To a certain extent, this last claim should not come as a surprise. After all, traditional representations of phylogenies, such as the only illustration gracing Darwin's Origin of Species, are inherently contrastive, as they focus on how species branched off from a common ancestor. Tree-like representations are meant to capture what made population A become distinct from population B, and when. Given that attempts to construct cognitive phylogenies boil down to attempts to graft cognitive traits onto independently established phylogenetic trees, as Fitch et al. (2010) made clear, it is to be expected that they too will tend to adopt a contrastive character, seeking to highlight a novel trait that makes the cognitive profile of population A different from that of population B.
But we very much doubt that cognition can be studied independently of the basic neurophysiological principles that produce it. As Tinbergen (1963) already stressed in his programmatic essay on ethology, no evolutionary adequate account of cognitive capacities can afford to ignore the brain mechanisms underlying mental capacities.
More and more, comparative approaches that adopt a bottom-up perspective reach the conclusion that “the distinction between general and (…) specialized mechanisms is hard to draw.” Indeed, “the distinction itself is of little use in furthering our understanding of the mechanisms” (Fitch, 2011). In other words, the more we learn about the mechanisms, and the more we set our focus on identifying them, the harder it becomes to capture cognitive specializations in a meaningful way, let alone represent them in a tree-like fashion. Put another way, the bottom-up perspective makes it hard to capture “cognitive speciation,” which is exactly what cognitive phylogenies represent.

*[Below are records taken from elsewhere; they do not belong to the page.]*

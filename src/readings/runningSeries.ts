import { requireFinite } from "../numeric/check.ts";
import { OPEN, type TimedReading } from "./bracket.ts";
import { studentQuantile } from "./studentT.ts";
import { BENCH_REPEATABILITY_DB } from "./verdict.ts";

/** Most covered readings between two bare ones that are kept until the second is read. */
export const MOST_BETWEEN = 100_000;
/** Differences of a cover before which its mean is too poor to judge a single reading by. */
const FIRST_JUDGED = 20;

export interface RunningCover {
  readonly state: string;
  /** Bracketed differences that went into it. */
  readonly count: number;
  readonly lossDb: number;
  /** Standard uncertainty of the mean from the scatter of the readings [dB]. */
  readonly typeADb: number;
}

export interface RunningSeriesResult {
  readonly covers: readonly RunningCover[];
  readonly readingStandardDb: number;
  readonly degreesOfFreedom: number;
  /** The reading that fits worst, by its place, where it is too far out to be chance. */
  readonly outlier?: { readonly place: number; readonly shiftDb: number };
  /** How many covered readings no bare one brackets; they are not used. */
  readonly unbracketedCount: number;
}

/** Running sums of the differences of one cover. */
interface Group {
  readonly state: string;
  count: number;
  mean: number;
  squares: number;
  /** Sum of |w_i|^2, and |sum w_i|^2, over its differences. */
  weightSquares: number;
  totalSquared: number;
}

interface Block {
  timeSum: number;
  levelSum: number;
  readonly place: number;
  count: number;
  /** Total weight of the block in the differences of each cover. */
  readonly weights: Map<Group, number>;
  /** Of the differences that lean on it: sum of share^2, and of share times deviation. */
  shareSquares: number;
  leaning: number;
}

interface Waiting {
  readonly group: Group;
  readonly time: number;
  readonly levelDb: number;
  readonly place: number;
}

/**
 * `reduceSeries` of a run too long to be held: one pass, memory that does not grow with the run.
 *
 * The same differences, weights and pooled scatter, as running sums (Welford for the scatter). An outlier is judged
 * against the mean of the readings before it, which a long run knows well enough, from the 21st difference of a cover
 * on; of a block of bare readings the first stands for all.
 *
 * Source: as `reduceSeries`; running sums: Welford 1962, Technometrics 4, 419 (from memory)
 * Valid:  as `reduceSeries`, at most 100 000 covered readings between two bare ones
 *
 * @returns add, which takes one reading and its place (such as its line in a file); end, which gives the result
 * @throws RangeError on a time that does not rise, a level that is not finite, too many readings without a bare one
 *         between, or at the end on too few bracketed readings to judge scatter by
 */
export function runningSeries(): {
  readonly add: (reading: TimedReading, place: number) => void;
  readonly end: () => RunningSeriesResult;
} {
  const groups = new Map<string, Group>();
  let lastTime = -Infinity;
  let before: Block | undefined;
  let after: Block | undefined;
  let waiting: Waiting[] = [];
  let unbracketedCount = 0;
  let readings = 0;
  let worst: { place: number; dot: number; length: number } | undefined;

  const groupOf = (state: string): Group => {
    const known = groups.get(state);
    if (known) return known;
    const group = { state, count: 0, mean: 0, squares: 0, weightSquares: 0, totalSquared: 0 };
    groups.set(state, group);
    return group;
  };
  const suspect = (place: number, dot: number, length: number) => {
    if (length > 0 && dot ** 2 / length > (worst ? worst.dot ** 2 / worst.length : 0)) {
      worst = { place, dot, length };
    }
  };
  /** Nothing more will lean on a block. */
  const close = (block: Block) => {
    for (const [group, weight] of block.weights) group.totalSquared += weight ** 2 / block.count;
    suspect(block.place, block.leaning / block.count, block.shareSquares / block.count ** 2);
  };
  /** The covered readings between two complete blocks. */
  const settle = (from: Block, to: Block) => {
    const [fromTime, toTime] = [from.timeSum / from.count, to.timeSum / to.count];
    for (const { group, time, levelDb, place } of waiting) {
      const share = (time - fromTime) / (toTime - fromTime);
      const bareDb = ((1 - share) * from.levelSum) / from.count + (share * to.levelSum) / to.count;
      const difference = bareDb - levelDb;
      const deviation = group.count > 0 ? difference - group.mean : 0;
      group.count++;
      group.mean += (difference - group.mean) / group.count;
      group.squares += deviation * (difference - group.mean);
      group.weightSquares += 1 + (1 - share) ** 2 / from.count + share ** 2 / to.count;
      group.totalSquared += 1;
      const judged = group.count > FIRST_JUDGED;
      if (judged) suspect(place, -deviation, 1);
      for (const [block, part] of [
        [from, 1 - share],
        [to, share],
      ] as const) {
        block.weights.set(group, (block.weights.get(group) ?? 0) + part);
        if (!judged) continue;
        block.shareSquares += part ** 2;
        block.leaning += part * deviation;
      }
    }
    waiting = [];
    close(from);
  };

  return {
    add: ({ time, state, levelDb }, place) => {
      requireFinite("levelDb", levelDb);
      if (!(time > lastTime)) throw new RangeError(`time must be later than the one before, got ${time}`);
      lastTime = time;
      readings++;
      if (state === OPEN) {
        if (before && waiting.length === 0) return extend(before, time, levelDb);
        if (after) extend(after, time, levelDb);
        else {
          const block = newBlock(time, levelDb, place);
          if (before) after = block;
          else before = block;
        }
        return;
      }
      const group = groupOf(state);
      if (!before) {
        unbracketedCount++;
        return;
      }
      if (after) {
        settle(before, after);
        [before, after] = [after, undefined];
      }
      if (waiting.length >= MOST_BETWEEN) {
        throw new RangeError(`more than ${MOST_BETWEEN} covered readings without a bare one between`);
      }
      waiting.push({ group, time, levelDb, place });
    },
    end: () => {
      if (before && after) {
        settle(before, after);
        close(after);
      } else {
        unbracketedCount += waiting.length;
        if (before) close(before);
      }
      const used = [...groups.values()].filter(({ count }) => count > 0);
      const degreesOfFreedom = used.reduce((sum, { count }) => sum + count - 1, 0);
      if (degreesOfFreedom < 1) {
        throw new RangeError(
          "readings must hold at least two covered readings of one cover, each between open ones",
        );
      }
      const squares = used.reduce((sum, group) => sum + group.squares, 0);
      const spread = used.reduce(
        (sum, { weightSquares, totalSquared, count }) => sum + weightSquares - totalSquared / count,
        0,
      );
      const variance = squares / spread;
      const outlier = worst && outlierOf(worst, squares, degreesOfFreedom, readings);
      return {
        covers: used.map(({ state, count, mean, totalSquared }) => ({
          state,
          count,
          lossDb: mean,
          typeADb: Math.sqrt((variance * totalSquared) / count ** 2),
        })),
        readingStandardDb: Math.sqrt(variance),
        degreesOfFreedom,
        ...(outlier && { outlier }),
        unbracketedCount,
      };
    },
  };
}

function newBlock(time: number, levelDb: number, place: number): Block {
  const sums = { timeSum: time, levelSum: levelDb, count: 1, shareSquares: 0, leaning: 0 };
  return { ...sums, place, weights: new Map() };
}

function extend(block: Block, time: number, levelDb: number): void {
  block.timeSum += time;
  block.levelSum += levelDb;
  block.count++;
}

/** The test of `outlyingReading` for the one reading that explains most. */
function outlierOf(
  { place, dot, length }: { place: number; dot: number; length: number },
  squares: number,
  degreesOfFreedom: number,
  readings: number,
): { place: number; shiftDb: number } | undefined {
  const remaining = degreesOfFreedom - 1;
  if (remaining < 1) return undefined;
  const shiftDb = dot / length;
  const explained = dot ** 2 / length;
  const t = Math.sqrt((remaining * explained) / Math.max(0, squares - explained));
  const limit = studentQuantile(1 - 0.05 / (2 * readings), remaining);
  return t > limit && Math.abs(shiftDb) > BENCH_REPEATABILITY_DB ? { place, shiftDb } : undefined;
}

To illustrate the tension that occupies us, consider briefly the following two examples. One shows how a shared brain mechanism can underlie distinct cognitive phenotypes; the other shows how the same phenotype can be subserved by distinct brain mechanisms. Both are equally problematic to draw cognitive cladograms, in as much as these are meant to remain true to the nature of cognition (which is brain-based).
The first example is the case of the speech rhythms found in humans. Following original insights from MacNeilage (collected in MacNeilage, 2008), as well as substantial progress in characterizing the brain basis of speech (Giraud and Poeppel, 2012), comparative research has focused on the phenomenon of lip smacking, an affiliative signal observed in many genera of primates. This facial expression exhibits a speech-like rhythm in the 3- to 8-Hz frequency range. Studies using developmental, x-ray cineradiographic, EMG, and perceptual approaches with non-human primates, reviewed in Ghazanfar and Poeppel (2014), converge on the hypothesis that the brain rhythm (“mechanism”) underlying lip-smacking was recruited for purposes of speech. Specifically, lip-smacking was linked to vocal output to produce the original rhythmic audiovisual speech-like utterances in the human lineage. Clearly, cognitively speaking, lip-smacking is not speech (Martins and Boeckx, 2014). Speech is in fact something that attempts to construct cognitive phylogenies would like to use to capture “cognitive speciation” events, as it were [think of Liberman's (1985) “speech is special” hypothesis, which continues to be at the heart of debates such as Hauser et al. (2002) vs. Pinker and Jackendoff (2005)]. But doing so would miss the neural basis of speech. Worse, the mechanism underlying lip-smacking itself (brain oscillation in the theta-frequency range) is not specific to this behavior (see Buzsáki et al., 2013 on the conservation of brain rhythms in mammals). As a result, we face a paradoxical situation when attempting to represent all this information in a tree-like format: speech is special, but the mechanism underlying it is deeply-rooted. Even if one appeals to another level of description to characterize speech (e.g., the “dynomic” description of theta-nested gamma oscillations), we still face the problem that these neural rhythms, and their nested relations, are shared across species and cognitive domains.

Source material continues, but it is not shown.